(Data extracted from a collection)
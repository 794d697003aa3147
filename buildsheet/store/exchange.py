"""Export and import of the element record store as JSON (a readable backup and restore).

The export holds every table; importing merges, skipping exact duplicates, in one transaction.
"""

from __future__ import annotations

import json
import math
import sqlite3
from collections.abc import Mapping
from dataclasses import asdict, dataclass, field, fields
from typing import Any

from buildsheet.errors import RecordError
from buildsheet.store import ledger as _rec
from buildsheet.store.ledger import (
    ELEMENT_COLS,
    ElementRow,
    RecordStore,
    corrupt_error,
    element_from_row,
    element_params,
    write_transaction,
)

#: Export file format tag (``export_json``); bump the number on incompatible changes.
EXPORT_FORMAT = "buildsheet-records"


@dataclass(frozen=True)
class ImportReport:
    """Counts of rows added by :func:`import_json`; exact duplicates are skipped."""

    elements: int = 0
    measurements: int = 0
    trims: int = 0
    prints: int = 0
    skipped: int = 0
    conflicts: tuple[str, ...] = field(default_factory=tuple)
    calibrations: int = 0
    cuts: int = 0
    voids: int = 0


# --------------------------------------------------------------------------- export / import

_TABLES: dict[str, tuple[str, ...]] = {
    "measurements": ("element_id", "time", "dip_hz", "swr", "note"),
    "trims": ("element_id", "leg", "delta_m", "time", "note"),
    "prints": ("revision", "element_id", "kind", "hash", "file", "time"),
    "calibrations": ("design", "fingerprint", "data", "sources", "created"),
    "cuts": ("element_id", "leg", "length_m", "revision", "how", "time", "note"),
    "voids": ("kind", "element_id", "target", "reason", "time"),
}


def export_json(store: RecordStore) -> dict[str, Any]:
    """The whole store as plain JSON-ready data (a readable backup), read in one snapshot."""
    conn = store.conn
    try:
        conn.execute("BEGIN")
        try:
            out: dict[str, Any] = {"format": EXPORT_FORMAT, "schema_version": _rec.SCHEMA_VERSION}
            out["elements"] = [{**asdict(e), "partners": list(e.partners)} for e in map(
                element_from_row, conn.execute(f"SELECT {ELEMENT_COLS} FROM elements ORDER BY id"))]
            for table, cols in _TABLES.items():
                out[table] = [dict(zip(cols, r)) for r in conn.execute(
                    f"SELECT {', '.join(cols)} FROM {table} ORDER BY id")]
        finally:
            conn.execute("COMMIT")
    except sqlite3.DatabaseError as exc:
        raise corrupt_error(store.path, exc) from exc
    return out


def _check_export(data: Any) -> Mapping[str, Any]:
    if not isinstance(data, Mapping) or data.get("format") != EXPORT_FORMAT:
        raise RecordError(f"not a buildsheet records export (expected format {EXPORT_FORMAT!r})")
    version = data.get("schema_version")
    if not isinstance(version, int) or version > _rec.SCHEMA_VERSION:
        raise RecordError(f"export schema_version {version!r} is not readable by this buildsheet "
                          f"(reads up to {_rec.SCHEMA_VERSION})")
    for table in ("elements", *_TABLES):
        if not isinstance(data.get(table, []), list):
            raise RecordError(f"export: {table!r} must be a list")
    return data


_NUMBER_FIELDS = ("design_frequency_hz", "band_low_hz", "band_high_hz", "predicted_leg_m",
                  "cut_leg_m", "slope_m_per_hz")


def _element_from_export(item: Any, i: int) -> ElementRow:
    names = {f.name for f in fields(ElementRow)}
    if not isinstance(item, Mapping) or set(item) != names:
        raise RecordError(f"export: elements[{i}] must have exactly the keys "
                          f"{', '.join(sorted(names))}")
    bad = [k for k in _NUMBER_FIELDS if isinstance(item[k], bool)
           or not isinstance(item[k], (int, float)) or not math.isfinite(item[k])]
    bad += [k for k in ("id", "kit", "design", "key", "status", "created", "updated")
            if not isinstance(item[k], str)]
    if not isinstance(item["partners"], list) or not all(isinstance(p, str)
                                                          for p in item["partners"]):
        bad.append("partners")
    if bad:
        raise RecordError(f"export: elements[{i}] has bad values for {', '.join(bad)}")
    return ElementRow(**{**item, "partners": tuple(item["partners"])})


# --------------------------------------------------------------------------- row checks

#: Dips and design frequencies an import accepts, Hz (HF: what the packet builds for).
HF_RANGE_HZ: tuple[float, float] = (1.0e6, 30.0e6)
#: Longest leg, cut or trim an import accepts, m (far beyond any HF wire leg).
MAX_LEG_M: float = 200.0
#: Longest note an import accepts, characters.
MAX_NOTE: int = 2000
_TIME_KEYS = ("time", "created", "updated")
_CHOICES: dict[tuple[str, str], tuple[str, ...]] = {
    ("trims", "leg"): ("A", "B", "both"), ("cuts", "leg"): ("A", "B"),
    ("prints", "kind"): ("sheet", "label"), ("voids", "kind"): ("measurement", "trim", "cut"),
    ("elements", "status"): ("active", "archived"),
}


def _finite(value: Any) -> bool:
    return isinstance(value, (int, float)) and not isinstance(value, bool) and math.isfinite(value)


def _iso_time(value: Any) -> bool:
    from datetime import datetime

    if not isinstance(value, str) or not 10 <= len(value) <= 40:
        return False
    try:
        datetime.fromisoformat(value)
    except ValueError:
        return False
    return True


def _all_finite(value: Any) -> bool:
    """True when every number inside JSON data is finite."""
    if isinstance(value, float):
        return math.isfinite(value)
    if isinstance(value, dict):
        return all(_all_finite(v) for v in value.values())
    if isinstance(value, list):
        return all(_all_finite(v) for v in value)
    return True


def _calibration_problem(item: Mapping[str, Any]) -> str | None:
    """Why a calibrations row would break a later packet, or None."""
    from buildsheet.calc.calibrate import calibration_from_json
    from buildsheet.errors import BuildsheetError

    try:
        parsed = json.loads(item["data"]) if isinstance(item["data"], str) else None
        sources = json.loads(item["sources"]) if isinstance(item["sources"], str) else None
    except ValueError:
        return "data and sources must be JSON text"
    if not isinstance(parsed, dict) or not isinstance(sources, list):
        return "data must be a JSON object and sources a JSON list"
    if not _all_finite(parsed):
        return "data holds a number that is not finite"
    if "design_key" not in parsed:
        return None  # not written by `calibrate`: kept, never read as a calibration
    try:
        cal = calibration_from_json(parsed)
    except BuildsheetError as exc:
        return str(exc)
    if not (_finite(cal.uncertainty) and cal.uncertainty >= 0
            and all(_finite(v) and v > 0 for _, v in cal.band_ratios)):
        return "its uncertainty and band ratios must be finite (band ratios above zero)"
    return None


def _row_problems(table: str, item: Mapping[str, Any],
                  legs: Mapping[str, float]) -> list[str]:
    """What is wrong with one exported row, as the record commands would judge it: types,
    finite numbers, plausible ranges, known elements, ISO 8601 times."""
    out = []
    for key, allowed in _CHOICES.items():
        if key[0] == table and item.get(key[1]) not in allowed:
            out.append(f"{key[1]} {item.get(key[1])!r} is not one of {', '.join(allowed)}")
    for key in _TIME_KEYS:
        if key in item and not _iso_time(item[key]):
            out.append(f"{key} {item[key]!r} is not an ISO 8601 time (e.g. "
                       "2027-03-13T10:15:00+00:00)")
    for key in ("note", "reason", "how", "hash", "file", "target", "design", "fingerprint"):
        if key in item and (not isinstance(item[key], str) or len(item[key]) > MAX_NOTE):
            out.append(f"{key} must be text of at most {MAX_NOTE} characters")
    if "revision" in item and (not isinstance(item["revision"], int)
                               or isinstance(item["revision"], bool) or item["revision"] < 0):
        out.append(f"revision {item['revision']!r} is not a whole number >= 0")
    if table != "elements" and "element_id" in item and item["element_id"] not in legs:
        out.append(f"element_id {item['element_id']!r} is neither in the file nor in the store")
    leg = legs.get(item.get("element_id")) if isinstance(item.get("element_id"), str) else None
    low, high = HF_RANGE_HZ
    if table == "measurements":
        if not (_finite(item["dip_hz"]) and low <= item["dip_hz"] <= high):
            out.append(f"dip_hz {item['dip_hz']!r} is not a frequency from 1 to 30 MHz in Hz")
        if item["swr"] is not None and not (_finite(item["swr"]) and 1.0 <= item["swr"] <= 100):
            out.append(f"swr {item['swr']!r} is not an SWR from 1 to 100 (or null)")
    elif table == "trims":
        delta = item["delta_m"]
        if not (_finite(delta) and delta != 0):
            out.append(f"delta_m {delta!r} is not a non-zero length in m")
        elif leg is not None and abs(delta) >= leg:
            out.append(f"delta_m {delta!r} m is not shorter than its leg ({leg:.3f} m)")
    elif table == "cuts":
        if not (_finite(item["length_m"]) and 0 < item["length_m"] <= MAX_LEG_M):
            out.append(f"length_m {item['length_m']!r} is not a length above 0 and at most "
                       f"{MAX_LEG_M:g} m")
    elif table == "calibrations":
        problem = _calibration_problem(item)
        if problem:
            out.append(f"calibration data: {problem}")
    elif table == "elements":
        if not (_finite(item["design_frequency_hz"]) and low <= item["design_frequency_hz"] <= high):
            out.append(f"design_frequency_hz {item['design_frequency_hz']!r} is not from 1 to 30 MHz")
        for key in ("predicted_leg_m", "cut_leg_m"):
            if _finite(item[key]) and not 0 < item[key] <= MAX_LEG_M:
                out.append(f"{key} {item[key]!r} is not above 0 and at most {MAX_LEG_M:g} m")
    return out


def check_import(store: RecordStore, data: Mapping[str, Any]) -> list[ElementRow]:
    """Every row of an export checked before anything is written; RecordError listing the bad
    rows (table[index]: field, value, what is allowed) refuses the whole file."""
    problems: list[str] = []
    rows: list[ElementRow] = []
    for i, item in enumerate(data.get("elements", [])):
        try:
            rows.append(_element_from_export(item, i))
        except RecordError as exc:
            problems.append(str(exc).removeprefix("export: "))
            continue
        problems += [f"elements[{i}]: {p}" for p in _row_problems("elements", item, {})]
    try:
        stored = {e.id: e.cut_leg_m for e in _rec.list_elements(store)}
    except sqlite3.DatabaseError as exc:
        raise corrupt_error(store.path, exc) from exc
    legs = {**stored, **{r.id: r.cut_leg_m for r in rows}}
    for table, cols in _TABLES.items():
        for i, item in enumerate(data.get(table, [])):
            if not isinstance(item, Mapping) or set(item) != set(cols):
                problems.append(f"{table}[{i}] must have exactly the keys {', '.join(cols)}")
                continue
            problems += [f"{table}[{i}]: {p}" for p in _row_problems(table, item, legs)]
    if problems:
        shown = "; ".join(problems[:5]) + (f"; and {len(problems) - 5} more"
                                           if len(problems) > 5 else "")
        raise RecordError(f"export: {len(problems)} bad row{'s' if len(problems) > 1 else ''}, "
                          f"nothing was changed: {shown}")
    return rows


def import_json(store: RecordStore, data: Any) -> ImportReport:
    """Restore an :func:`export_json` backup into the store, in one transaction.

    Merges: missing elements and rows are added, exact duplicates skipped, so importing the same
    backup twice changes nothing. An element that exists with different values keeps the store's
    values and is listed in ``conflicts``. Bad data raises RecordError and changes nothing.
    """
    data = _check_export(data)
    rows = check_import(store, data)
    counts = {"elements": 0, "measurements": 0, "trims": 0, "prints": 0, "calibrations": 0,
              "cuts": 0, "voids": 0, "skipped": 0}
    conflicts: list[str] = []
    with write_transaction(store) as conn:
        for row in rows:
            found = conn.execute(f"SELECT {ELEMENT_COLS} FROM elements WHERE id = ?",
                                 (row.id,)).fetchone()
            if found is None:
                conn.execute(f"INSERT INTO elements ({ELEMENT_COLS}) VALUES "
                             f"({', '.join('?' * 15)})", element_params(row))
                counts["elements"] += 1
            elif element_from_row(found) == row:
                counts["skipped"] += 1
            else:
                conflicts.append(row.id)
        for table, cols in _TABLES.items():
            for i, item in enumerate(data.get(table, [])):
                if not isinstance(item, Mapping) or set(item) != set(cols):
                    raise RecordError(f"export: {table}[{i}] must have exactly the keys "
                                      f"{', '.join(cols)}")
                values = [item[c] for c in cols]
                if not all(v is None or isinstance(v, (str, int, float)) for v in values):
                    raise RecordError(f"export: {table}[{i}] values must be text or numbers")
                match = " AND ".join(f"{c} IS ?" for c in cols)
                if conn.execute(f"SELECT 1 FROM {table} WHERE {match}", values).fetchone():
                    counts["skipped"] += 1
                    continue
                conn.execute(f"INSERT INTO {table} ({', '.join(cols)}) VALUES "
                             f"({', '.join('?' * len(cols))})", values)
                counts[table] += 1
    return ImportReport(counts["elements"], counts["measurements"], counts["trims"],
                        counts["prints"], counts["skipped"], tuple(conflicts),
                        counts["calibrations"], counts["cuts"], counts["voids"])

**INSTRUCTIONS TO FOLLOW:** Identify the lines of the data that contain the word "revision". Copy each of them.

**WRITTEN RESPONSE:**
    "prints": ("revision", "element_id", "kind", "hash", "file", "time"),
    "cuts": ("element_id", "leg", "length_m", "revision", "how", "time", "note"),
    if "revision" in item and (not isinstance(item["revision"], int)
                               or isinstance(item["revision"], bool) or item["revision"] < 0):
        out.append(f"revision {item['revision']!r} is not a whole number >= 0")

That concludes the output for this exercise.